If the load is below five parallel requests per second, the setup effort for vLLM is not justified. Ollama with Llama 3.3 70B on the same H100 is up in an hour; vLLM needs one to two days for a productive configuration with monitoring and alerts.
For Mac notebooks and Apple Silicon setups, vLLM is not relevant – the CUDA dependency rules out Apple Metal. Here Ollama, LM Studio and llama.cpp are the right tools.
For hobby exploration or weekend projects without a clear scaling goal, Ollama is simply more pleasant. vLLM pays off from the moment throughput, stability and observability become hard requirements.
Trade-offs
STRENGTHS
- Up to 20x more throughput than hobby runtimes on the same GPU thanks to PagedAttention and continuous batching
- Apache 2.0 licence, fully self-hostable, no provider lock-in
- OpenAI-compatible API integrates cleanly with LiteLLM, n8n, LangChain
- Production metrics via Prometheus for FINMA SN 08/2024 and EU AI Act audit trails
WEAKNESSES
- GPU is mandatory, no productive CPU mode, no Apple Silicon support
- Setup effort of one to two days for a productive configuration with monitoring
- Model updates and quantisation choice must be actively maintained
- Driver and CUDA version compatibility can cause friction with new GPU generations
FAQ
How much faster is vLLM really than Ollama?
Per single request, about 1.5x to 2x. With many parallel requests, however, dramatically more – typical measurement May 2026 on an H100 with Llama 3.3 70B in 4-bit: Ollama serves 4-5 users with p95 latency under 6 seconds; vLLM serves 35-45 users at the same p95 mark. The lever is continuous batching, not single-stream speed.
Can I use vLLM with AMD GPUs?
Yes, ROCm 6.0+ is productively supported as of May 2026. Tested hardware: MI250, MI300X. Performance on MI300X is comparable to H100, but driver maturity is still lower. For standard Swiss setups, NVIDIA remains the default – Hetzner and Infomaniak both offer H100 and L40S.

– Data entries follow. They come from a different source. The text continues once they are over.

"""The one PARI instance of the certifier (cypari2), used for generic algebra only: factoring
integers and polynomials over Q, and counting points over finite fields."""
import functools
import warnings

import cypari2

pari = cypari2.Pari()
pari.allocatemem(10 ** 8, 4 * 10 ** 9, silent=True)  # start at 100 MB; PARI doubles its stack up to 4 GB as needed
# An interrupted factorisation (certify.curves.FACTORING_SECONDS) leaves PARI stack behind; cypari2
# reclaims it and says so in a warning that must not reach a one-line error message.
warnings.filterwarnings("ignore", message="cypari2 leaked", category=RuntimeWarning)


def odd_primes():
    """3, 5, 7, 11, … without end."""
    p = 2
    while True:
        p = int(pari.nextprime(p + 1))
        yield p


def frobenius_trace(a, p: int) -> int:
    """a_p = p + 1 − #E(F_p) of the integral model with coefficients a at a prime p of good reduction
    (PARI's ellap). Remembered per model, so that the torsion and the isogeny-class certificates of one
    curve, both built on its reduced minimal model, count each prime once."""
    curve, known = _reductions(tuple(int(c) for c in a))
    if p not in known:
        known[p] = int(pari.ellap(curve, p))
    return known[p]


@functools.lru_cache(maxsize=8)
def _reductions(a: tuple) -> tuple:
    """(PARI's curve, {p: a_p} so far) for the model a."""
    return pari.ellinit(list(a)), {}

Which models run best under vLLM?
Llama 3.3, Llama 4 Scout and Maverick, Mistral Large 2 and Small 3.1, Qwen 2.5 and Qwen 3, DeepSeek V3 and V4, Apertus 8B and 70B, Phi-4, Gemma 3. Vision-language: LLaVA and Qwen2-VL. Weakly supported are very small, exotic architectures – these traditionally ran better under Hugging Face Text Generation Inference.
Do I need a tensor-parallel setup for 70B models?
Not necessarily. Apertus 70B in 4-bit AWQ fits one H100 80GB with 45-50 GB VRAM. Tensor parallel across two GPUs pays off with full FP16 precision (140 GB needed) or for higher throughput. As of May 2026 the most common Swiss configuration is a single H100 with 4-bit quantisation – covers most fiduciary and law-firm workloads.